Consider the situation that we are estimating a $d$-dimensional density (with suitable regularity conditions) using kernel density estimation,
[Method1,conditional density estimation] We can proceed $d$ $1$-dim density estimation sequentially, i.e. $p(X_1),p(X_2\mid X_1),\cdots p(X_d\mid X_{d-1},\cdots X_1)$. In each step we can choose a $1$-dim optimal bandwidth.
[Method2, multivariate density estimation] Alternatively, we can estimate $p(X_1,\cdots X_d)$ directly as a $d$-dim density estimation problem. Thus, we can choose bandwidths for all $d$-coordinates simultaneously.(Of course not necessarily the same bandwidths in different coordinates.)
I have been told that, in kernel density estimation, the optimal bandwidth in each step of Method 1 will be different from optimal bandwidth chosen in each direction when the optimal bandwidth is chosen in a $d$-dim problem in Method 2(Say via Likelihood cross validation).
(1)Can anyone point to me a literature addressing such a problem?
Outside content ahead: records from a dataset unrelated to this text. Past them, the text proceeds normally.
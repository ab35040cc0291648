namespace FlowSolve.Core.Friction;

/// <summary>
/// Published explicit approximations of the Colebrook-White friction factor, each exactly as its paper gives it.
/// </summary>
/// <remarks>
/// Each is cheap and each has an error against the exact equation that depends on where in its range it is
/// used; <see cref="FrictionMethodInfo"/> lists the ranges and the largest deviations FlowSolve measured.
/// Arguments are not validated here (these are hot-path kernels); <see cref="DarcyFriction"/> validates.
/// </remarks>
public static class ExplicitFriction
{
    /// <summary>Swamee and Jain (1976): f = 1.325 / [ln(e/(3.7 D) + 5.74/Re^0.9)]^2.</summary>
    /// <remarks>The paper's natural-log form with its constant 1.325 (from memory). The often-quoted decimal form
    /// 0.25/[log10(...)]^2 is the same formula with 1.325 unrounded (0.25 ln(10)^2 = 1.32547), 0.036 percent higher.</remarks>
    /// <param name="reynolds">Reynolds number.</param>
    /// <param name="relativeRoughness">Relative roughness e/D.</param>
    public static double SwameeJain(double reynolds, double relativeRoughness)
    {
        double l = Math.Log(relativeRoughness / 3.7 + 5.74 / Math.Pow(reynolds, 0.9));
        return 1.325 / (l * l);
    }

    /// <summary>Haaland (1983): 1/sqrt(f) = -1.8 log10[ (e/(3.7 D))^1.11 + 6.9/Re ].</summary>
    /// <param name="reynolds">Reynolds number.</param>
    /// <param name="relativeRoughness">Relative roughness e/D.</param>
    public static double Haaland(double reynolds, double relativeRoughness)
    {
        double x = -1.8 * Math.Log10(Math.Pow(relativeRoughness / 3.7, 1.11) + 6.9 / reynolds);
        return 1.0 / (x * x);
    }

    /// <summary>
    /// Churchill (1977): f = 8 [ (8/Re)^12 + (A + B)^-1.5 ]^(1/12), with
    /// A = [2.457 ln(1/((7/Re)^0.9 + 0.27 e/D))]^16 and B = (37530/Re)^16. Covers laminar, transitional and turbulent flow.
    /// </summary>
    /// <param name="reynolds">Reynolds number.</param>
    /// <param name="relativeRoughness">Relative roughness e/D.</param>
    public static double Churchill(double reynolds, double relativeRoughness)
    {
        double a = Math.Pow(-2.457 * Math.Log(Math.Pow(7.0 / reynolds, 0.9) + 0.27 * relativeRoughness), 16);
        double b = Math.Pow(37530.0 / reynolds, 16);
        return 8.0 * Math.Pow(Math.Pow(8.0 / reynolds, 12) + Math.Pow(a + b, -1.5), 1.0 / 12.0);
    }

    /// <summary>
    /// Serghides (1984): three fixed-point sweeps of Colebrook-White, A = -2 log10(e/(3.7 D) + 12/Re),
    /// B = -2 log10(e/(3.7 D) + 2.51 A/Re), C = -2 log10(e/(3.7 D) + 2.51 B/Re), combined by Steffensen's
    /// acceleration: 1/sqrt(f) = A - (B - A)^2 / (C - 2B + A).
    /// </summary>
    /// <param name="reynolds">Reynolds number.</param>
    /// <param name="relativeRoughness">Relative roughness e/D.</param>
    public static double Serghides(double reynolds, double relativeRoughness)
    {
        double r = relativeRoughness / 3.7;
        double a = -2.0 * Math.Log10(r + 12.0 / reynolds);
        double b = -2.0 * Math.Log10(r + 2.51 * a / reynolds);
        double c = -2.0 * Math.Log10(r + 2.51 * b / reynolds);
        double x = a - (b - a) * (b - a) / (c - 2.0 * b + a);
        return 1.0 / (x * x);
    }

    /// <summary>Evaluates the named explicit method; <see cref="FrictionMethod.ColebrookWhite"/> is not explicit and throws.</summary>
    /// <param name="method">An explicit method.</param>
    /// <param name="reynolds">Reynolds number.</param>
    /// <param name="relativeRoughness">Relative roughness e/D.</param>
    public static double Evaluate(FrictionMethod method, double reynolds, double relativeRoughness) => method switch
    {
        FrictionMethod.SwameeJain => SwameeJain(reynolds, relativeRoughness),
        FrictionMethod.Haaland => Haaland(reynolds, relativeRoughness),
        FrictionMethod.Churchill => Churchill(reynolds, relativeRoughness),
        FrictionMethod.Serghides => Serghides(reynolds, relativeRoughness),
        _ => throw new ArgumentOutOfRangeException(nameof(method), method, "not an explicit approximation"),
    };
}
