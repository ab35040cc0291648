namespace FlowSolve.Core.Friction;

/// <summary>What FlowSolve knows about a friction method: its name on the wire, its source, its published range,
/// and, for explicit approximations, the largest deviation from exact Colebrook-White that FlowSolve measured.</summary>
/// <param name="Method">The method.</param>
/// <param name="Code">Its kebab-case name on the wire, for example <c>swamee-jain</c>.</param>
/// <param name="Source">The publication.</param>
/// <param name="ReynoldsMinimum">Lowest Reynolds number of the stated range.</param>
/// <param name="ReynoldsMaximum">Highest Reynolds number of the stated range.</param>
/// <param name="RelativeRoughnessMinimum">Lowest relative roughness of the stated range.</param>
/// <param name="RelativeRoughnessMaximum">Highest relative roughness of the stated range.</param>
/// <param name="RangeProvenance">Where the range comes from, and whether it was read or recalled.</param>
/// <param name="MeasuredMaxDeviationPercent">
/// Largest |f_method / f_exact - 1| in percent over the stated range, measured by <see cref="FrictionSurvey"/>
/// on a grid of 241 Reynolds numbers (log-spaced) by 121 relative roughnesses (0 and log-spaced);
/// 0 for the exact method. A test recomputes it, so the figure cannot drift from the code.
/// </param>
/// <param name="WhereLargest">Where in the range the largest deviation occurs.</param>
public sealed record FrictionMethodInfo(
    FrictionMethod Method, string Code, string Source,
    double ReynoldsMinimum, double ReynoldsMaximum,
    double RelativeRoughnessMinimum, double RelativeRoughnessMaximum,
    string RangeProvenance, double MeasuredMaxDeviationPercent, string WhereLargest)
{
    /// <summary>The source and the range's provenance in one line, as a validity entry quotes them (built once).</summary>
    public string SourceAndRange { get; } = Source + "; range: " + RangeProvenance;

    /// <summary>True when both inputs lie in the stated range.</summary>
    /// <param name="reynolds">Reynolds number.</param>
    /// <param name="relativeRoughness">Relative roughness.</param>
    public bool InRange(double reynolds, double relativeRoughness) =>
        reynolds >= ReynoldsMinimum && reynolds <= ReynoldsMaximum &&
        relativeRoughness >= RelativeRoughnessMinimum && relativeRoughness <= RelativeRoughnessMaximum;

    /// <summary>Colebrook-White (1939), solved exactly.</summary>
    public static FrictionMethodInfo ColebrookWhite { get; } = new(
        FrictionMethod.ColebrookWhite, "colebrook-white",
        "Colebrook, C. F. (1939), J. Inst. Civ. Eng. 11(4), 133-156",
        4000, 1e8, 0, 0.05,
        "Praks and Brkic (2018), Advances in Civil Engineering 2018:5451034, abstract (read)", 0, "exact");

    /// <summary>Swamee and Jain (1976).</summary>
    public static FrictionMethodInfo SwameeJain { get; } = new(
        FrictionMethod.SwameeJain, "swamee-jain",
        "Swamee, P. K. and Jain, A. K. (1976), J. Hydraul. Div. ASCE 102(HY5), 657-664",
        5000, 1e8, 1e-6, 1e-2,
        "the paper's stated range, from memory", 2.79, "Re = 5000, e/D = 0.01 (the low-Reynolds, high-roughness corner)");

    /// <summary>Haaland (1983).</summary>
    public static FrictionMethodInfo Haaland { get; } = new(
        FrictionMethod.Haaland, "haaland",
        "Haaland, S. E. (1983), J. Fluids Eng. 105(1), 89-90",
        4000, 1e8, 0, 0.05,
        "Reynolds range from memory; roughness range taken as Colebrook-White's", 1.42, "Re = 9.1e4, e/D = 2.3e-4");

    /// <summary>Churchill (1977).</summary>
    public static FrictionMethodInfo Churchill { get; } = new(
        FrictionMethod.Churchill, "churchill",
        "Churchill, S. W. (1977), Chem. Eng. 84(24), 91-92",
        4000, 1e8, 0, 0.05,
        "all regimes per the paper (from memory); deviation measured on Colebrook-White's turbulent range", 3.15, "Re = 4.2e3, e/D = 0.015");

    /// <summary>Serghides (1984).</summary>
    public static FrictionMethodInfo Serghides { get; } = new(
        FrictionMethod.Serghides, "serghides",
        "Serghides, T. K. (1984), Chem. Eng. 91(5), 63-64",
        4000, 1e8, 0, 0.05,
        "turbulent range, from memory; taken as Colebrook-White's", 0.0031, "Re = 1.8e5, smooth pipe");

    /// <summary>Every method, exact first.</summary>
    public static IReadOnlyList<FrictionMethodInfo> All { get; } = [ColebrookWhite, SwameeJain, Haaland, Churchill, Serghides];

    /// <summary>The explicit approximations, in the order they are listed in responses.</summary>
    public static IReadOnlyList<FrictionMethodInfo> Approximations { get; } = [SwameeJain, Haaland, Churchill, Serghides];

    /// <summary>The record for a method.</summary>
    /// <param name="method">The method.</param>
    public static FrictionMethodInfo For(FrictionMethod method) => method switch
    {
        FrictionMethod.ColebrookWhite => ColebrookWhite,
        FrictionMethod.SwameeJain => SwameeJain,
        FrictionMethod.Haaland => Haaland,
        FrictionMethod.Churchill => Churchill,
        FrictionMethod.Serghides => Serghides,
        _ => throw new ArgumentOutOfRangeException(nameof(method), method, null),
    };

    /// <summary>Finds a method by its wire name (case-insensitive); false when unknown.</summary>
    /// <param name="code">The name, for example <c>haaland</c>.</param>
    /// <param name="info">The record when found.</param>
    public static bool TryParse(string? code, out FrictionMethodInfo info)
    {
        foreach (var candidate in All)
        {
            if (string.Equals(candidate.Code, code, StringComparison.OrdinalIgnoreCase))
            {
                info = candidate;
                return true;
            }
        }
        info = ColebrookWhite;
        return false;
    }
}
I found [Silverman] is not too useful in this question. My primary guess will be something about robustness, but I could be wrong.
(2)What is the major obstacle generalizing the univariate density estimation methods to higher dimension except for sparsity of the data?
(3)What is the well-adopted/popular choice of optimal bandwidth selection in a multivariate density estimation problem?
The second part of this post concerns the comparison between parametric(kernel density estimation) and nonparametric methods of density estimations(For example, Bayesian histogram).
It is generally a difficult problem to estimate the correct dimension of the density [1], but if now we already know the dimension $d$ of the data, then we can use some established methods to proceed our density estimation(Dirichlet or Gaussian process, for instances). And if our only concern now is precision (say MISE) of the estimation towards the density, then
(4)If we turn to Bayesian nonparametric methods of density estimation instead of the kernel density estimation (say Bayesian histogram), which one will perform better, under different cases with or without sparsity.Are there any existing literature that addressed the problem with some simulation studies?
Reference
[Silverman]Silverman, Bernard W. Density estimation for statistics and data analysis. Vol. 26. CRC press, 1986.
[1]Is there an accepted method to determine an approximate dimension for manifold learning
I am not an expert in the branch of density estimation so any reference and clarification will be of great help and appreciated. And this is mainly a ref-request as well as request for an overview.